Ok, back to the question at hand. Can the jaws be reused?
Yes, they can, and for various configurations. However, what is generally desirable is for the operator to have a selection of jaw sets. You can also reverse a set in the chuck, so it is like having two sets, each with their own configuration. If you have a few styles, you can often match a set of jaws to the task at hand, install them, then, using a spider, set them such that all they require is a skim cut to run true. Soft jaws can enjoy a lifespan of years, and, if made of steel instead of aluminum, can be rebuilt by welding a section of steel to the well used jaw. I've done that with one set of mine, and have enjoyed using them since the late 60's. They're still going strong.

For the flow constrictors, the OD is set by outside forces, so it is unlikely that I would have a 5C collet of the right size, though I could buy machinable collets and build a small collection of them with known/weird IDs.

I would also mention that you can use step chucks for holding items. They aren't cheap, but they can answer some of your questions. Still, soft jaws are really the best possible solution. Rarely do you see them in home shops, but they are the norm in commercial shops. They are simply the finest possible way to grip items so long as you don't require a tenth or two of concentricity.. I have relied on them routinely for work that has .0005" tolerance or greater for concentricity.

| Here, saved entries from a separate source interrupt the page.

"""Self-contained HTML report of a design record, for reviewers (opens offline, no network at all).

One file holds everything: inline CSS, figures as base64 PNG made by :mod:`bilayer.plots` (the same
functions the panels draw with, with the recorded strip length and support), the equations as
base64 SVG rendered offline by matplotlib's mathtext (their LaTeX source is the alt text and is shown
as plain text if rendering fails), and no script, font or style sheet from anywhere else.

Contents: review state and drift check, cautions, provenance, inputs, the recorded results in the
chosen unit system, figures, equations used, assumptions and warnings, material data with their
sources, and the review log.
"""
from __future__ import annotations

import base64
import io
import math
import os
from html import escape
from pathlib import Path
from typing import Any, Sequence

import numpy as np

from ..core.errors import InputError
from ..records.check import INTERFACE_LABELS, LAYER_LABELS, RESULT_LABELS, CheckReport, check_record
from ..records.record import DesignRecord, now_utc

__all__ = ["report_html", "write_report", "equations", "figure_images"]

_STYLE = """
body{font-family:"DejaVu Sans",Arial,Helvetica,sans-serif;margin:2em auto;max-width:62em;color:#222;line-height:1.4}
h1{font-size:1.6em;margin-bottom:.2em} h2{font-size:1.2em;border-bottom:1px solid #bbb;margin-top:1.8em}
h3{font-size:1.02em;margin-bottom:.3em}
table{border-collapse:collapse;margin:.4em 0 1em 0;font-size:.92em}
td,th{border:1px solid #ccc;padding:2px 8px;text-align:left;vertical-align:top} th{background:#f1f1f1}
td.num{text-align:right;white-space:nowrap;font-variant-numeric:tabular-nums}
.status{padding:.6em 1em;border-radius:4px;margin:.6em 0;font-weight:bold}
.good{background:#e3f3e3;border:1px solid #7fb77f} .bad{background:#fbe3e3;border:1px solid #d07a7a}
.pending{background:#fff4d6;border:1px solid #d8b24a}
.cautions{background:#fff8e6;border:1px solid #e0b040;padding:.4em 1.2em;border-radius:4px}
.warnings li{color:#8a4a00} figure{margin:1em 0} figcaption{font-size:.88em;color:#444}
figure img{max-width:100%;border:1px solid #ddd}
.equation{overflow-x:auto;margin:.3em 0 .8em 0} .equation img{max-width:none;vertical-align:middle}
code,pre{font-family:"DejaVu Sans Mono",monospace;font-size:.88em} pre{background:#f6f6f6;padding:.6em;overflow-x:auto;white-space:pre-wrap}
.small{font-size:.85em;color:#555}
"""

For many things that I make, I control the design and could often choose diameters to match 5C collets that I have on hand. In fact, I bought "every other collet" to save money, knowing that I can always fill the gaps any time there is a good sale some place. A 5C chuck is making its way to the top of my "next toy" list.

I don't own a broad selection of collets, in spite of enjoying them when appropriate. What I've done in several cases is to turn a sleeve that adapts the diameter to a larger collet. I try to choose one that is very close to the size in question, so the sleeve is very thin. It's easy to make the sleeve, and it need not be split in order to work well Give a sleeve a thou of clearance on the part it's to adapt, so it goes on and comes off easily, and it will hold a part as if it was collet size, even without splitting the sleeve. This can bail you out when it's Saturday afternoon and you must get the job out, with no prospects of buying the collet you need.

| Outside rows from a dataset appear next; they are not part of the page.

/**
 * The motion of a terminal: constant velocity or its trajectory.
 * @example motionOf({ position: [0, 0], velocity: [1, 2], array: { kind: 'ula', elements: 1 } }).positionAt(3) // [3, 6, 0]
 */
export function motionOf(t: TerminalConfig): Motion {
  const trajectory = t.trajectory?.map((w) => ({ t: w.t, position: vec3Of(w.position), orientation: w.orientation }));
  return new Motion(vec3Of(trajectory?.[0]?.position ?? t.position), vec3Of(t.velocity), trajectory, t.array.orientation ?? {});
}

function buildTerminal(t: TerminalPlan, carrierHz: number): Terminal {
  const motion = motionOf(t.config);
  const a = t.array.config;
  return {
    array: buildArray(t.array, carrierHz),
    position: motion.positionAt(0),
    velocity: motion.velocityAt(0),
    motion,
    wavefront: t.array.wavefront,
    ...(a.dualPolarized !== undefined ? { ports: dualPolarizedPortVectors(a.dualPolarized) } : {}),
    ...(a.polarization !== undefined ? { polarization: a.polarization } : {}),
  };
}

/**
 * The stable id of explicit path i: its own `id`, else its place in the list.
 * @example explicitPathId({ aodDeg: [0, 0], aoaDeg: [180, 0], delayS: 0, powerDb: -80 }, 2) // "paths[2]"
 */
export function explicitPathId(p: ExplicitPathConfig, index: number): string {
  return p.id ?? `paths[${index}]`;
}

function explicitPaths(scenario: Scenario): { paths: ExplicitPathSpec[]; records: PathSummary[] } {
  // phaseDeg defaults to 0 (rho's phase at t = 0), the one default of an explicit path.
  const paths: ExplicitPathSpec[] = [];
  const records: PathSummary[] = [];
  (scenario.paths ?? []).forEach((p, i) => {
    const id = explicitPathId(p, i);
    const phaseDeg = p.phaseDeg ?? 0;
    paths.push({
      id,
      delayS: p.delayS,
      power: 10 ** (p.powerDb / 10),
      phaseRad: (phaseDeg * Math.PI) / 180,
      departure: unitFromDeg(p.aodDeg[0], p.aodDeg[1]),
      arrival: unitFromDeg(p.aoaDeg[0], p.aoaDeg[1]),
      dopplerHz: p.dopplerHz,
      maxDopplerHz: p.maxDopplerHz,
    });
    records.push({
      id,
      kind: 'explicit',
      delayS: p.delayS,
      powerDb: p.powerDb,
      phaseDeg,
      aodDeg: [...p.aodDeg],
      aoaDeg: [...p.aoaDeg],
      dopplerHz: p.dopplerHz ?? 0,
      maxDopplerHz: p.maxDopplerHz,
    });
  });
  return { paths, records };
}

Bill, here's a link that will take you to a rather lengthy post I made years ago. It talks all about soft jaws, and will explain the spider I spoke of. If you explore the link, you should find enough information to answer almost any question you may have about soft jaws, and how to go about their use. I hope it helps answer some of your questions.

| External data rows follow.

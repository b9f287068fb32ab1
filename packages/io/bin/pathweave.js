#!/usr/bin/env node
// Entry point of the `pathweave` command; the compiled CLI lives in dist/.

// Until a command puts in handlers of its own (generate and merge clean up their temporaries),
// SIGINT and SIGTERM end the process with exit 1 and a message, as an interrupted run does,
// instead of the default death by signal while the modules load.
const early = (signal) => {
  if (process.listenerCount(signal) > 1) return; // the command's own handler answers
  process.stderr.write(`error: interrupted by ${signal}; nothing was written\n`);
  process.exit(1);
};
process.on('SIGINT', early);
process.on('SIGTERM', early);

// A reader that closes the pipe early (`pathweave paths x.json | head`) ends the output, not the
// command: later writes are dropped and the command finishes with its own exit code.
for (const stream of [process.stdout, process.stderr]) {
  stream.on('error', (e) => {
    if (e.code !== 'EPIPE' && e.code !== 'ERR_STREAM_DESTROYED') throw e;
  });
}

// The bundle of the command (scripts/bundle-cli.mjs: one file for most of what a command loads,
// instead of about 200) when it was built; PATHWEAVE_UNBUNDLED=1 runs the modules one by one.
const { existsSync } = await import('node:fs');
const bundled = new URL('../dist/bundle/main.js', import.meta.url);
const { main } = await import(process.env.PATHWEAVE_UNBUNDLED !== '1' && existsSync(bundled) ? bundled.href : '../dist/cli/main.js');
process.exitCode = await main(process.argv.slice(2));
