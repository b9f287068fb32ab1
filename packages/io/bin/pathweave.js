#!/usr/bin/env node
// Entry point of the `pathweave` command; the compiled CLI lives in dist/.
import { main } from '../dist/cli/main.js';

process.exitCode = await main(process.argv.slice(2));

http://www.chaski.org/homemachinist/vie ... =44&t=4266

Harold

[schwabw]

Harold,

Much reading will need to happen on soft jaws. I just finished my first real use of the new post, and I'm sold. In particular, the parting blade and holder worked wonders. Well, it would have if I had drilled the hole as far as I thought I had The really embarrassing part is that I did it again on the second spacer

One thing that I am noticing: I have been drilling 0.25" diameter holes and I'm getting what looks like work hardening[*] and even some metal sticking to the flutes. Any idea what I am doing wrong? The bit is not exactly new and the metal is some mutt Al round stock that was standing in the corner of my garage.

[*] please keep in mind that metallurgy is a lot like chemistry, and any time something looks white to me a chemist will come along and say it's black. Translation: I could be completely wrong about the abuse that has befallen the metal.

Bill

[John Evans]

Aluminum likes really sharp tools, a drill that is a bit on the dull side will soon have metal sticking on it. A bit of lube helps and if the hole is more than 2-3 diameters deep back out and clear the chips.